Psycho spawned three sequels staring Anthony Perkins as Norman Bates, none of which managed to replicate Hitchcock's masterpiece. Its latest offspring, Gus Vant Sant's almost shot-for-shot duplication, a gesture of homage to Hitchcock, was coldly received both locally and worldwide. Indeed, the only merit of Van Sant's version is in achieving some of Hitchcock's original, unfulfilled ideas.
John Carpenter's Halloween, released in 1978, also spawned its imitators. Influenced by Howard Hawks and by Hitchcock, the film skillfully exploited darkness to create its terrifying atmosphere, exemplifying Tourneur's remark that the most scary thing is what we do not see. The face of Michael Meyers, the serial killer in Halloween, is never seen; the actor playing his part is virtually an extra, while Jamie Lee Curtis was the star in the original and its sequel. Four sequels were made without her, all lacking the thrilling suspense of Carpenter's original. Now, though, two decades after the original, Curtis returns in Steven Miner's H20. Yet although it resuscitates Curtis, and stars Psycho's Janet Leigh -- the first slasher-horror victim, who meets her end in the most famous shower scene in history -- H2O does not come close to replicating the thrills of its erstwhile model.
Wes Craven's Scream (1996), a witty take on the sub-genre from the maker of A Nightmare on Elm Street (1984), was a thoroughly post-modern exercise in self-parody.

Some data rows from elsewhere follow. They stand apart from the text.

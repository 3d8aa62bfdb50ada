import fc from 'fast-check';
import type { BendingStock } from '../development';
import type { Layout } from '../layout';
import { sampleStock, stripLayout } from './sample-layouts';
import type { SampleBend } from './sample-layouts';

/** A random strip: legs long enough for their bends, up to five bends of mixed angles and directions. */
export interface RandomStrip {
  readonly legsMm: readonly number[];
  readonly bends: readonly SampleBend[];
  readonly widthMm: number;
  readonly stock: BendingStock;
}

const mm = (min: number, max: number): fc.Arbitrary<number> => fc.double({ min, max, noNaN: true });

const bend = (maxAngleDeg: number): fc.Arbitrary<SampleBend> =>
  fc.record({
    bendAngleDeg: fc.oneof(fc.constant(90), mm(5, maxAngleDeg)),
    direction: fc.constantFrom('towards' as const, 'away' as const),
    reference: fc.constantFrom(
      'outsideApex' as const,
      'insideApex' as const,
      'outsideTangent' as const,
      'tangent' as const,
    ),
    kFactor: mm(0.1, 0.5),
  });

/** Strips with legs of 30 to 90 mm, in sheet of 0.5 to 3 mm with radii up to 3 mm, bends up to `maxAngleDeg`. */
export function randomStrip(maxAngleDeg = 130): fc.Arbitrary<RandomStrip> {
  return fc
    .record({
      bends: fc.array(bend(maxAngleDeg), { minLength: 1, maxLength: 5 }),
      legs: fc.array(mm(30, 90), { minLength: 6, maxLength: 6 }),
      widthMm: mm(10, 80),
      thicknessMm: mm(0.5, 3),
      deliveredRadiusMm: mm(0.3, 3),
    })
    .map(({ bends, legs, widthMm, thicknessMm, deliveredRadiusMm }) => ({
      legsMm: legs.slice(0, bends.length + 1),
      bends,
      widthMm,
      stock: sampleStock({ thicknessMm, deliveredRadiusMm }),
    }));
}

/** The layout of a random strip with one of its legs as the base. */
export function stripOf(strip: RandomStrip, basePanel = 0): Layout {
  return stripLayout(strip.legsMm, strip.bends, strip.widthMm, basePanel);
}
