import type { Logger } from 'pino';
import { HttpCuttingService } from './cutting/http-cutting-service';
import { connectDatabase } from './database/database';
import type { Environment } from './env';
import { openFileStore } from './files/file-store';
import { commerceWork } from './jobs/commerce-work';
import type { ReadsPhotos } from './jobs/photo-reader-port';
import { openQueue } from './jobs/queue';
import { runWorker } from './jobs/run-worker';
import { traceHandler } from './jobs/trace-photo';
import { SmtpMailer } from './mail/smtp-mailer';
import { StripePaymentHost } from './payments/stripe-payment-host';

/** Take work from every queue, and answer how to end it. */
export async function startWorkerProcess(
  env: Environment,
  logger: Logger,
  reader: ReadsPhotos,
): Promise<{ stop: () => Promise<void> }> {
  const now = (): Date => new Date();
  const database = connectDatabase({ url: env.databaseUrl, poolSize: 6 });
  const onError = (error: Error): void => logger.warn({ err: error }, 'queue');
  const queue = await openQueue({ pool: database.pool, isWorker: true, onError });
  const files = await openFileStore(env.filesDirectory);
  const commerce = commerceWork({
    database,
    queue,
    publicUrl: env.publicUrl,
    files,
    now,
    mailer: new SmtpMailer({ smtpUrl: env.mail.smtpUrl, from: env.mail.from }),
    cutting: new HttpCuttingService({ ...env.cutting, now }),
    payments: new StripePaymentHost(env.payment),
  });
  const worker = await runWorker({
    database,
    queue,
    logger,
    handlers: [
      traceHandler({ database, files, reader, logger, now }),
      { queue: 'mail', handle: ({ data }) => commerce.mail(data) },
      { queue: 'cutting-order', handle: ({ data }) => commerce['cutting-order'](data) },
      { queue: 'payment', handle: ({ data }) => commerce.payment(data) },
      { queue: 'sale', handle: ({ data }) => commerce.sale(data) },
      { queue: 'solid', handle: ({ data }) => commerce.solid(data) },
    ],
  });
  logger.info({ workerId: worker.workerId }, 'worker waits for work');
  return {
    async stop() {
      await worker.stop();
      await database.close();
    },
  };
}
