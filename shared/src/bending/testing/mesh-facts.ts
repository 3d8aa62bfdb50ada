import type { Mesh } from '../development';

/** What a closed mesh must satisfy, counted. */
export interface MeshFacts {
  /** Edges whose counterpart is missing; 0 for a closed mesh with one sense. */
  readonly openEdges: number;
  readonly volumeMm3: number;
  readonly isFinite: boolean;
  readonly min: readonly [number, number, number];
  readonly max: readonly [number, number, number];
}

/** Counts open edges and volume of a mesh; corners within 0.00001 mm are one. */
export function meshFacts(mesh: Mesh): MeshFacts {
  const at = (index: number): readonly [number, number, number] => [
    mesh.positions[3 * index] ?? 0,
    mesh.positions[3 * index + 1] ?? 0,
    mesh.positions[3 * index + 2] ?? 0,
  ];
  const nameOf = cornerNames(at);
  const travelled = new Map<string, number>();
  let volume = 0;
  for (let first = 0; first + 2 < mesh.indices.length; first += 3) {
    const corners = [mesh.indices[first] ?? 0, mesh.indices[first + 1] ?? 0, mesh.indices[first + 2] ?? 0] as const;
    const [a, b, c] = [at(corners[0]), at(corners[1]), at(corners[2])];
    volume +=
      (a[0] * (b[1] * c[2] - b[2] * c[1]) - a[1] * (b[0] * c[2] - b[2] * c[0]) + a[2] * (b[0] * c[1] - b[1] * c[0])) /
      6;
    const ids = corners.map(nameOf);
    ids.forEach((from, side) => {
      const to = ids[(side + 1) % 3] ?? from;
      if (from === to) return;
      travelled.set(`${String(from)} ${String(to)}`, (travelled.get(`${String(from)} ${String(to)}`) ?? 0) + 1);
    });
  }
  let openEdges = 0;
  for (const [edge, times] of travelled) {
    const [from, to] = edge.split(' ');
    if ((travelled.get(`${String(to)} ${String(from)}`) ?? 0) !== times) openEdges += 1;
  }
  const extent = (pick: (...values: number[]) => number): readonly [number, number, number] => {
    const axis = (offset: number): number =>
      mesh.positions.filter((_, index) => index % 3 === offset).reduce((best, value) => pick(best, value));
    return [axis(0), axis(1), axis(2)];
  };
  return {
    openEdges,
    volumeMm3: volume,
    isFinite: [...mesh.positions, ...mesh.normals].every(Number.isFinite),
    min: extent(Math.min),
    max: extent(Math.max),
  };
}

type Corner = readonly [number, number, number];

const CELL_MM = 0.001;
const SAME_MM = 0.00001;

/** Numbers corners so that those within `SAME_MM` share one, whichever side of a cell's edge they fall on. */
function cornerNames(at: (index: number) => Corner): (index: number) => number {
  const cells = new Map<string, { readonly corner: Corner; readonly name: number }[]>();
  let count = 0;
  const steps = [-1, 0, 1];
  return (index) => {
    const corner = at(index);
    const cell = corner.map((value) => Math.floor(value / CELL_MM));
    for (const dx of steps) {
      for (const dy of steps) {
        for (const dz of steps) {
          const key = `${String((cell[0] ?? 0) + dx)} ${String((cell[1] ?? 0) + dy)} ${String((cell[2] ?? 0) + dz)}`;
          const known = cells
            .get(key)
            ?.find(
              (one) =>
                Math.hypot(one.corner[0] - corner[0], one.corner[1] - corner[1], one.corner[2] - corner[2]) <= SAME_MM,
            );
          if (known !== undefined) return known.name;
        }
      }
    }
    const key = cell.map(String).join(' ');
    cells.set(key, [...(cells.get(key) ?? []), { corner, name: count }]);
    count += 1;
    return count - 1;
  };
}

In Scream 2 (1997), which is still showing in Cairo, the project is taken one step further. The original film -- which on some levels might act as a primer for the genre and its leading practitioners -- is suitably cannibalised, and then regurgitated as a reference point. Audience expectations are challenged by remarkable twists mimicking Scream (1996): the suspense, chases, murders and suspects are planted in almost exactly the same places as the first film. Audience and characters alike wonder whether the serial killers will conform with or deviate from the patterns established in Scream (1996).
In the Scream series, the basic question -- which movie the filmmakers will borrow from -- is complicated by another: will the serial killer follow the steps of Norman Bates, Michael Meyers, Jason or Freddy Kreuger, or their imitators, the serial killers in Scream (1996), or will they take their lead from the imitators of the imitators, featured in Stab, the film which enacted the murders of Scream (1996), parts of which we see in Scream 2 (1997).
An endlessly hermetic self-referential system, as fragmentingly refractive as that essential location of suspense movies, the hall of mirrors -- such is the way of horror. A sign of the times?